The SPIR-V target within the LLVM compiler for outputting to this common IR used across different accelerator/device types, different APIs from Vulkan and SYCL to GLSL / OpenCL / HLSL, and adapted for a variety of innovative use-cases could soon become an official target within LLVM.
Currently the SPIR-V target within LLVM is treated as an experimental target but Intel compiler engineer Michal Paszkowski on the behalf of the Intel compiler team is looking to see the SPIR-V target to becoming promoted to officially supported.
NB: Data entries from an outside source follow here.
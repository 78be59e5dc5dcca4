"""The search's report: JSON rows of evaluated placements, and the table for a terminal.

:func:`placement_row` and :func:`as_given_row` make the rows of the result
(:func:`planner.protect.plan.protect_project`): protection per position and
polarity, the clamp error at the hottest ambient, parts, power and stress.
:func:`format_protect` renders a result as text.

Public API
----------
:func:`placement_row`, :func:`as_given_row`, :func:`position_rows`,
:func:`format_protect`, :func:`si_text`, :func:`multiple_text`.
"""

from __future__ import annotations

from ..model import ZERO_CELSIUS_K
from ..tools import fmt, json_safe
from .candidates import Combo
from .context import SearchContext
from .evaluate import (EXCEED, REPORT_PHASE_POINTS, Metrics, Point, accuracy_ok, feasible, run, share_of_class,
                       topology_of)

__all__ = ["row_key", "placement_row", "as_given_row", "position_rows", "format_protect", "si_text", "multiple_text"]


# --- rows -------------------------------------------------------------------------------------


def position_rows(ctx: SearchContext, m: Metrics) -> list[dict]:
    """One row per position of a one-row :class:`Metrics`: multiples, clamp error, its limit."""
    out = []
    for q in ctx.positions:
        f, r = float(m.pos_forward[q.name][0]), float(m.pos_reverse[q.name][0])
        out.append({"name": q.name, "movement_multiple": json_safe(max(f, r)),
                    "movement_multiple_forward": json_safe(f), "movement_multiple_reverse": json_safe(r),
                    "hot_linearity_error_pct": json_safe(float(m.error_pct[q.name][0])),
                    "limit_pct": ctx.limits[q.name],
                    "within": bool(m.error_pct[q.name][0] <= ctx.limits[q.name] * EXCEED),
                    "hot_linearity_total_pct": json_safe(float(m.total_pct[q.name][0]))})
    return out
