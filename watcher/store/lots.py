"""Lots: the lots, their events (arrive, move, depart) and each lot's model state."""

from __future__ import annotations

import json

from watcher.lots.events import last_zone
from watcher.store import chain
from watcher.store.repo import Repo, upsert

LOT_EVENT_INSERT = chain.Append("lot_events", chain.LOT_EVENT_FIELDS)


class Lots(Repo):
    def history(self, lot: str) -> list[tuple[str, str | None, float]]:
        return self.conn.execute(
            "SELECT kind, zone, ts FROM lot_events WHERE lot = ? ORDER BY ts, id", (lot,)
        ).fetchall()

    def event_add(self, ev, source: str, sender: str | None, received_ts: float) -> None:
        """Record a validated event; an event before the lot's computed state sends the lot
        back to be recomputed from its arrival."""
        detail = None
        if ev.kind == "arrive":
            self.conn.execute(
                "INSERT INTO lots (lot, product, initial, note, created_ts) VALUES (?,?,?,?,?)",
                (ev.lot, ev.product, json.dumps(ev.initial), ev.note, received_ts),
            )
            detail = json.dumps({"product": ev.product, "initial": ev.initial}, sort_keys=True)
        values = (ev.lot, ev.kind, ev.zone, ev.ts, source, sender, received_ts, ev.note, detail)
        LOT_EVENT_INSERT.run(self.conn, values)
        self.conn.execute("DELETE FROM lot_state WHERE lot = ? AND time_ts > ?", (ev.lot, ev.ts))

    def info(self, lot: str) -> dict | None:
        row = self.conn.execute("SELECT product, initial, note, created_ts FROM lots WHERE lot = ?", (lot,)).fetchone()
        if row is None:
            return None
        return {"lot": lot, "product": row[0], "initial": json.loads(row[1]), "note": row[2], "created_ts": row[3]}

    def touching(self, zone: str) -> list[str]:
        """Lots with any stay in the zone whose computed state has not passed that stay."""
        return [
            r[0]
            for r in self.conn.execute(
                "SELECT DISTINCT e.lot FROM lot_events e LEFT JOIN lot_state s ON s.lot = e.lot "
                "WHERE e.zone = ? AND NOT EXISTS (SELECT 1 FROM lot_events d WHERE d.lot = e.lot AND d.kind = 'depart' "
                "AND s.time_ts IS NOT NULL AND d.ts <= s.time_ts)",
                (zone,),
            )
        ]

    def state_get(self, lot: str) -> tuple[float, bytes, dict] | None:
        row = self.conn.execute("SELECT time_ts, state, figures FROM lot_state WHERE lot = ?", (lot,)).fetchone()
        return None if row is None else (row[0], row[1], json.loads(row[2]))

    def state_save(self, lot: str, time_ts: float, blob: bytes, figures: dict, now_ts: float) -> None:
        self.conn.execute(
            upsert("lot_state", "lot, time_ts, state, figures, updated_ts", "lot"),
            (lot, time_ts, blob, json.dumps(figures), now_ts),
        )

    def states_drop_after(self, zone: str, ts: float) -> None:
        """A zone's past changed at ts (a late reading): lots that sat there since are recomputed."""
        self.conn.execute(
            "DELETE FROM lot_state WHERE time_ts > ? AND lot IN (SELECT lot FROM lot_events WHERE zone = ?)", (ts, zone)
        )

    def overview(self) -> list[dict]:
        """Every lot with its current zone, arrival, departure and last computed figures."""
        out = []
        for lot, product in self.conn.execute("SELECT lot, product FROM lots ORDER BY lot"):
            history = self.history(lot)
            state = self.state_get(lot)
            last_kind, _, last_ts = history[-1] if history else (None, None, None)
            out.append(
                {
                    "lot": lot,
                    "product": product,
                    "zone": last_zone(history),
                    "present": last_kind != "depart",
                    "arrived_ts": history[0][2] if history else None,
                    "departed_ts": last_ts if last_kind == "depart" else None,
                    "history": history,
                    "figures": state[2] if state else None,
                }
            )
        return out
They are looking to see the SPIR-V back-end for LLVM promoted from experimental to official status. This SPIR-V back-end has matured a lot and is seeing various use from different vendors. SPIR-V in this time has also continued working its way across the industry at large for different purposes from GPU compute to graphics with even being able to go the route of Microsoft’s HLSL / DirectX 12.
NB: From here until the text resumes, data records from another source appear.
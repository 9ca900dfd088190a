"""The store: one SQLite database through sqlite-utils, and the repositories that own its SQL.

WAL mode with synchronous=FULL on every connection, so a committed batch survives power loss
before its MQTT acknowledgement goes out. One writer connection (owned by the writer thread);
readers (status, reports) open their own read-only connections. A busy timeout lets the writer
wait out an online backup instead of failing.

Callers reach the records as `store.<noun>.<verb>(...)`: `store.readings.add`,
`store.alerts.list`, `store.lots.overview`, ... and group writes with `with store.atomic():`.
Nothing outside this package sees a connection or writes SQL (tests/test_layers.py checks).
"""

from __future__ import annotations

import os
import sqlite3
from contextlib import contextmanager
from pathlib import Path

import sqlite_utils

from watcher.errors import StoreError
from watcher.store import chain, partitions
from watcher.store.alerts import Alerts, Commands, Events
from watcher.store.aliases import Aliases
from watcher.store.lots import Lots
from watcher.store.outbox import Outbox
from watcher.store.readings import Held, Readings, Rejections
from watcher.store.record import Record
from watcher.store.repo import is_url, redact, translate
from watcher.store.reports import Reports
from watcher.store.schema import migrations
from watcher.store.zones import Daily, Gaps, Snapshots, Zones

BUSY_TIMEOUT_MS = 30_000


def _connect(path: str, readonly: bool) -> sqlite3.Connection:
    if readonly:
        uri = Path(path).resolve().as_uri() + "?mode=ro"
        conn = sqlite3.connect(uri, uri=True, timeout=BUSY_TIMEOUT_MS / 1000, check_same_thread=False)
    else:
        # Built by the main thread, then used only by the writer thread that owns it.
        conn = sqlite3.connect(path, timeout=BUSY_TIMEOUT_MS / 1000, isolation_level=None, check_same_thread=False)
    conn.execute(f"PRAGMA busy_timeout = {BUSY_TIMEOUT_MS}")
    return conn


def _check_schema(db: sqlite_utils.Database, path: str) -> None:
    """A reader (status, alerts, verify, reports) never migrates: it says so when the file's
    schema is not this version's, instead of failing on a missing column."""
    applied = [m.name for m in migrations.applied(db)]
    if not applied:
        return  # not written by watcher yet: reads say what is missing
    ours = {m.name for m in migrations._migrations}  # sqlite-utils has no public list of a set's names
    newer = [name for name in applied if name not in ours]
    if newer:
        raise StoreError(f"{path}: written by a newer watcher (schema {newer[-1]}); read it with that version")
    pending = [m.name for m in migrations.pending(db)]
    if pending:
        raise StoreError(
            f"{path}: written by an older watcher (schema {applied[-1]}, this version reads {pending[-1]}); "
            "start the service once (systemctl restart watcher, or watcher run) and it brings the database up to date"
        )


def pending_migrations(path: str) -> list[str]:
    """The schema steps a writer would apply to this file now (none for a new file): a long
    one (m016 on a big record takes minutes) lets the service tell systemd to wait. A
    PostgreSQL record has none (it is made in its final shape)."""
    if is_url(path) or not Path(path).is_file():
        return []
    try:
        conn = _connect(path, readonly=True)
        try:
            db = sqlite_utils.Database(conn)
            return [m.name for m in migrations.pending(db)] if migrations.applied(db) else []
        finally:
            conn.close()
    except sqlite3.Error:
        return []  # the writer's own open says what is wrong


class Store:
    """The writer's handle (or, with readonly=True, a reader's): one connection, its repositories.

    `path` is a SQLite file, or a PostgreSQL URL (postgresql://user@host:port/database, no
    password in it: `password`, from the configuration's password file or credential, or
    libpq's own ~/.pgpass and PGPASSFILE)."""

    def __init__(self, path: str, readonly: bool = False, password: str | None = None):
        self.path = path
        if is_url(path):
            self._open_pg(path, readonly, password)
        else:
            self._open_sqlite(path, readonly)
        conn = self.conn
        self.readings, self.rejections, self.held = Readings(conn), Rejections(conn), Held(conn)
        if self.db is None:  # a new session after the server dropped one: cached heads name nothing held
            conn.on_reopen.append(self.readings.forget_heads)
        self.zones, self.gaps, self.snapshots, self.daily = Zones(conn), Gaps(conn), Snapshots(conn), Daily(conn)
        self.events, self.alerts, self.commands = Events(conn), Alerts(conn), Commands(conn)
        self.outbox, self.lots, self.reports, self.record = Outbox(conn), Lots(conn), Reports(conn), Record(conn)
        self.aliases = Aliases(conn)

    @classmethod
    def configured(cls, storage, readonly: bool = False) -> Store:
        """The record a configuration's [storage] names (its url, else its file); a reader
        connects as the read-only role when there is one."""
        if readonly and storage.reader_url:
            return cls(storage.reader_url, readonly=True, password=storage.reader_password)
        if storage.url:
            return cls(storage.url, readonly=readonly, password=storage.password)
        return cls(storage.path, readonly=readonly)

    @property
    def where(self) -> str:
        """The record's name fit for a message (a URL's password, should one be there, hidden)."""
        return redact(self.path)

    def _open_pg(self, url: str, readonly: bool, password: str | None) -> None:
        import psycopg  # only a PostgreSQL record pays for the driver

        from watcher.store import pg, pg_schema

        self.db = None
        try:
            self.conn = pg.PgConnection(url, password, readonly)
        except psycopg.Error as exc:
            raise StoreError(f"{redact(url)}: cannot open the database ({str(exc).strip()})") from exc
        try:
            if readonly:
                pg_schema.check(self.conn, redact(url))
            else:
                pg_schema.apply(self.conn, redact(url))
        except psycopg.Error as exc:
            self.conn.close()
            raise StoreError(f"{redact(url)}: cannot open the database ({str(exc).strip()})") from exc
        except StoreError:
            self.conn.close()
            raise

    def _open_sqlite(self, path: str, readonly: bool) -> None:
        try:
            if not readonly:
                Path(path).parent.mkdir(parents=True, exist_ok=True)
                if not Path(path).exists():  # the record: owner only (WAL and SHM files follow its mode)
                    os.close(os.open(path, os.O_CREAT | os.O_WRONLY, 0o600))
            elif not Path(path).is_file():
                raise StoreError(f"{path}: no database here yet (has `watcher run` or `watcher replay` written one?)")
            self.conn = _connect(path, readonly)
            chain.register(self.conn)
            self.db = sqlite_utils.Database(self.conn)
            if not readonly:
                self.conn.execute("PRAGMA journal_mode = WAL")
                self.conn.execute("PRAGMA synchronous = FULL")
                migrations.apply(self.db)
            else:
                _check_schema(self.db, path)
        except (sqlite3.Error, OSError) as exc:
            raise StoreError(f"{path}: cannot open the database ({exc})") from exc

    def close(self) -> None:
        self.conn.close()

    # --- writing -------------------------------------------------------------------------
    @contextmanager
    def retention_pass(self):
        """Around one retention pass (the engine's apply_retention). On SQLite nothing: each
        zone's fold commits on its own. On PostgreSQL the pass is one transaction (each zone's
        fold a savepoint in it) that ends by dropping the months of raw readings it folded
        whole (store/partitions.py)."""
        if self.db is not None:
            yield
            return
        with self.atomic():
            self.conn.lock("retention")  # one pass at a time on a shared record: no two wait on each other
            self.readings.retention = partitions.Pass()
            try:
                yield
                self.readings.retention.settle(self.conn)
            finally:
                self.readings.retention = None

    @contextmanager
    def atomic(self):
        """One transaction. A storage fault inside it (disk full, locked past the busy timeout,
        I/O error, a read-only or vanished file) leaves as StoreError; the database refusing
        the data (a constraint, a value it cannot bind) as RecordRefused; other errors pass
        through unchanged: they belong to the data being written, not to the storage."""
        try:
            if self.db is not None:
                with self.db.atomic():
                    yield
            else:
                with self.conn.transaction():
                    yield
        except Exception as exc:
            self.readings.forget_heads()  # rolled back: cached chain heads may name lost rows
            mine = translate(exc, self.where)
            if mine is None or mine is exc:
                raise
            raise mine from exc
The LLVM SPIR-V back-end for compute kernels has OpenCL 3.0 conformance, its become a robust alternative to the SPIR-V LLVM Translator from The Khronos Group, and Intel uses this backend for their SYCL/DPC++ compiler and XPU backend. Looking ahead, the Intel compiler engineers note the idea of creating a SPIR-V consumer too within LLVM and other use-cases to come.
There is an LLVM Discourse discussion over raising the SPIR-V backend to becoming an official LLVM target and others have expressed positive interest in this idea too. This pull request is pending that would promote SPIR-V from experimental to official status within LLVM and in turn built by default. That pull sums up the SPIR-V highlights as:
“The SPIR-V backend is now an official LLVM target, providing OpenCL and SYCL conformance and establishing a foundation for broader applicability to other APIs, including Vulkan, GLSL, and HLSL. This backend aims to offer a unified approach for diverse compute and graphics workloads, providing a robust alternative to the Khronos SPIR-V LLVM Translator.”
Hopefully this promotion will take place in time for the LLVM 20 release in the early months of 2025.